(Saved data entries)
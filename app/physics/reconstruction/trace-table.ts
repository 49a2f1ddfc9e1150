import type { TraceTableResult } from '#app/physics/model/sampling.ts';
import type { Beam } from '#app/physics/optics/closed-form/beam.ts';
import type { Optic } from '#app/physics/optics/optic.ts';
import { hasAxis, scaledOptic } from '#app/physics/optics/scaled-optic.ts';
import { emptyHits, raysWithin } from '#app/physics/optics/trace/bundle.ts';
import { fillDiscMap, mapShape, readDiscMap, type MapShape } from '#app/physics/optics/trace/disc-map.ts';
import { batchCount } from '#app/physics/optics/trace/kernel.ts';
import { traceBundle, type TracedOptic } from '#app/physics/optics/trace/trace-bundle.ts';
import type { TraceRequest } from '#app/physics/optics/trace/trace-model.ts';
import { halfAngleRad } from '#app/physics/sun/sun-disc.ts';
import type { PlaceInBeam } from '#app/physics/uncertainty.ts';
import { clamp, roundSignificant } from '#app/physics/units.ts';
import { add, cross, dot, scale, subtract, unit, type Vector } from '#app/physics/vector.ts';
import { markDiscM, type JudgedMinute } from './window.ts';

/**
 * Concentration on the mark's disc by traces made once and read by every sample.
 *
 * Axes: the sun along the track (for an optic with an axis this is the incidence), focal length or radius, distance, and
 * place in the target's plane. Between nodes values are linear, distances being taken in focal lengths.
 */
export interface TraceTable {
  readonly concentrationAt: (place: PlaceInBeam) => number;
  readonly summary: TraceTableResult;
}

/** What the table is made about. */
export interface TableQuestion {
  /** Request of the trace at the best minute, with the optic as it is. */
  readonly request: TraceRequest;
  readonly nominal: TracedOptic;
  readonly optic: Optic;
  readonly startsAt: Vector;
  readonly markNormal: Vector;
  /** Directions across the line of sight in which samples are displaced. */
  readonly level: Vector;
  readonly upright: Vector;
  readonly track: readonly JudgedMinute[];
  readonly bestIndex: number;
  readonly best: Beam;
  readonly alongM: number;
  readonly nearRel: number;
  readonly farRel: number;
  readonly widestM: number;
  readonly sigmaOpticRel: number;
}

const distances = 20;
/** Rays looked at for every node; as many traces are made as the optic asks for, so each is kept small. */
const nodeRays = 16_384;
/** Nodes of focal length, in sigmas of its logarithm. */
const scaleSigmas = [-2, 0, 2] as const;
const steepestCosine = 0.05;

/** One trace: the chief ray of its minute and the factor on its focal length. */
interface Node {
  readonly traced: TracedOptic;
  readonly chief: Vector;
  readonly factor: number;
}

function nodeAt(question: TableQuestion, minute: JudgedMinute, factor: number): Node | null {
  const { beam, sun } = minute;
  if (beam === null || -dot(beam.direction, question.markNormal) < steepestCosine) return null;
  if (factor === 1 && beam === question.best) return { traced: question.nominal, chief: beam.direction, factor };
  const traced = traceBundle({
    ...question.request, optic: scaledOptic(question.optic, factor), sunDirection: sun.towardsSun, sunHalfAngleRad: halfAngleRad(sun.distanceAu),
    rays: Math.min(nodeRays, question.request.rays ?? nodeRays),
  });
  return { traced, chief: beam.direction, factor };
}

/** Places in the track at which the light is traced: the best minute, and its ends where the incidence matters. */
function trackNodes({ optic, track, bestIndex }: TableQuestion): number[] {
  const ends = hasAxis(optic) ? [0, bestIndex, track.length - 1] : [bestIndex];
  return [...new Set(ends)].sort((a, b) => a - b);
}

const scaleFactors = (sigma: number): number[] => (sigma > 0 ? scaleSigmas.map((k) => Math.exp(k * sigma)) : [1]);

/** Maps of one node at every distance. */
function mapsOf(node: Node, question: TableQuestion, shape: MapShape, across: Vector, distanceRel: readonly number[]): Float32Array {
  const { startsAt, markNormal, alongM } = question;
  const perBatch = Math.ceil(nodeRays / batchCount);
  const { bundle } = node.traced;
  const looked = raysWithin(bundle, perBatch);
  const hits = emptyHits(Math.max(1, looked));
  const size = shape.side * shape.side;
  const out = new Float32Array(size * distanceRel.length);
  for (const [k, rel] of distanceRel.entries()) {
    const origin = add(startsAt, scale(node.chief, rel * alongM * node.factor));
    fillDiscMap(node.traced, { origin, normal: markNormal }, across, shape, hits, perBatch, bundle.count / Math.max(1, looked), out.subarray(k * size, (k + 1) * size));
  }
  return out;
}

/** Neighbouring nodes of an axis and the share of the upper one; outside the axis its end holds. */
function between(nodes: readonly number[], value: number): readonly [low: number, high: number, share: number] {
  let high = nodes.findIndex((node) => node >= value);
  if (high <= 0) return high === 0 ? [0, 0, 0] : [nodes.length - 1, nodes.length - 1, 0];
  const low = high - 1;
  const span = (nodes[high] ?? 0) - (nodes[low] ?? 0);
  if (span <= 0) high = low;
  return [low, high, span > 0 ? (value - (nodes[low] ?? 0)) / span : 0];
}

/** In-plane coordinates of a sample's mark, and its distance, from its offset across the line of sight. */
function planeCoordinates(question: TableQuestion, across: Vector) {
  const { best, markNormal, level, upright } = question;
  const u = best.direction;
  const facing = dot(u, markNormal);
  const column = cross(across, markNormal);
  const part = (direction: Vector) => {
    const slide = dot(direction, markNormal) / facing;
    const inPlane = subtract(direction, scale(u, slide));
    return { slide, x: dot(inPlane, column), y: dot(inPlane, across) };
  };
  return { level: part(level), upright: part(upright) };
}

/**
 * Traces the nodes and tabulates them; null where the target stands too steep for a plane of it.
 *
 * @throws PhysicsGuardError if energy is not kept in one of the traces.
 */
export function traceTable(question: TableQuestion): TraceTable | null {
  const { best, markNormal, alongM, track, nearRel, farRel } = question;
  if (-dot(best.direction, markNormal) < steepestCosine) return null;
  const across = unit(subtract(question.upright, scale(markNormal, dot(question.upright, markNormal))));
  const shape = mapShape(question.widestM, markDiscM);
  const distanceRel = Array.from({ length: distances }, (_unused, k) => nearRel + ((farRel - nearRel) * k) / (distances - 1));
  const factors = scaleFactors(question.sigmaOpticRel);
  const rows = trackNodes(question).flatMap((index) => {
    const minute = track[index];
    const nodes = minute === undefined ? [] : factors.map((factor) => nodeAt(question, minute, factor));
    return nodes.every((node) => node !== null) && nodes.length > 0 ? [{ index, maps: nodes.map((node) => mapsOf(node, question, shape, across, distanceRel)) }] : [];
  });
  if (rows.length === 0) return null;
  const indices = rows.map((row) => row.index);
  const logFactors = factors.map(Math.log);
  const frame = planeCoordinates(question, across);
  const size = shape.side * shape.side;
  const inMaps = (maps: Float32Array, rel: number, x: number, y: number): number => {
    const step = clamp(((rel - nearRel) / (farRel - nearRel)) * (distances - 1), 0, distances - 1);
    const k = Math.min(distances - 2, Math.floor(step));
    const share = step - k;
    return (1 - share) * readDiscMap(maps, k * size, shape, x, y) + share * readDiscMap(maps, (k + 1) * size, shape, x, y);
  };
  const concentrationAt = ({ trackIndex, alongM: placeM, levelM, uprightM, opticScale }: PlaceInBeam): number => {
    const x = levelM * frame.level.x + uprightM * frame.upright.x;
    const y = levelM * frame.level.y + uprightM * frame.upright.y;
    const rel = (placeM + levelM * frame.level.slide + uprightM * frame.upright.slide) / (alongM * opticScale);
    const [early, late, lateShare] = between(indices, trackIndex);
    const [short, long, longShare] = between(logFactors, Math.log(opticScale));
    const atMinute = (row: number): number => {
      const maps = rows[row]?.maps ?? [];
      const low = inMaps(maps[short] ?? new Float32Array(0), rel, x, y);
      return longShare === 0 ? low : low + longShare * (inMaps(maps[long] ?? new Float32Array(0), rel, x, y) - low);
    };
    const first = atMinute(early);
    return lateShare === 0 ? first : first + lateShare * (atMinute(late) - first);
  };
  return { concentrationAt, summary: summaryOf(question, { indices, factors, distanceRel, shape }) };
}

function summaryOf(question: TableQuestion, nodes: { readonly indices: readonly number[]; readonly factors: readonly number[]; readonly distanceRel: readonly number[]; readonly shape: MapShape }): TraceTableResult {
  const { indices, factors, distanceRel, shape } = nodes;
  const tilts = indices.map((index) => ((question.track[index]?.beam?.tilt ?? 0) * 180) / Math.PI);
  return {
    traces: indices.length * factors.length,
    raysEach: Math.min(nodeRays, question.request.rays ?? nodeRays),
    axes: [
      { axis: 'incidence along the track', unit: '°', nodes: tilts.map((tilt) => roundSignificant(tilt, 3)) },
      { axis: 'focal length or radius over the nominal', unit: '', nodes: factors.map((factor) => roundSignificant(factor, 4)) },
      { axis: 'distance along the beam', unit: 'm', nodes: distanceRel.map((rel) => roundSignificant(rel * question.alongM, 4)) },
      { axis: 'place in the target’s plane, from the middle of the beam', unit: 'm', nodes: [-shape.halfM, 0, shape.halfM].map((value) => roundSignificant(value, 3)) },
    ],
  };
}
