import { eq } from 'drizzle-orm';
import { db } from '#db/client.server.ts';
import { cases, logEntries, outbox } from '#db/schema/all.ts';
import { DomainError } from '#app/domain/errors.ts';

export type CaseRow = typeof cases.$inferSelect;
type OfCase = Pick<CaseRow, 'id'>;

/** The case as it is stored now. */
export async function stored({ id }: OfCase): Promise<CaseRow> {
  const [found] = await db.select().from(cases).where(eq(cases.id, id));
  if (!found) throw new Error('The case of the test is gone.');
  return found;
}

export const logOf = ({ id }: OfCase) => db.select().from(logEntries).where(eq(logEntries.caseId, id)).orderBy(logEntries.sequence);
export const mailOf = ({ id }: OfCase) => db.select().from(outbox).where(eq(outbox.caseId, id));

/** The refusal that some work ends in; fails where it is carried out. */
export async function refusal(work: Promise<unknown>): Promise<DomainError> {
  try {
    await work;
  } catch (error) {
    if (error instanceof DomainError) return error;
    throw error;
  }
  throw new Error('It was done although it should have been refused.');
}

Exercise instructions :: Above are the lines; repeat exactly the ones from the line containing "as it is. */" down to the line containing "readonly nearRel: number;", both inclusive.

Output ::
  /** Request of the trace at the best minute, with the optic as it is. */
  readonly request: TraceRequest;
  readonly nominal: TracedOptic;
  readonly optic: Optic;
  readonly startsAt: Vector;
  readonly markNormal: Vector;
  /** Directions across the line of sight in which samples are displaced. */
  readonly level: Vector;
  readonly upright: Vector;
  readonly track: readonly JudgedMinute[];
  readonly bestIndex: number;
  readonly best: Beam;
  readonly alongM: number;
  readonly nearRel: number;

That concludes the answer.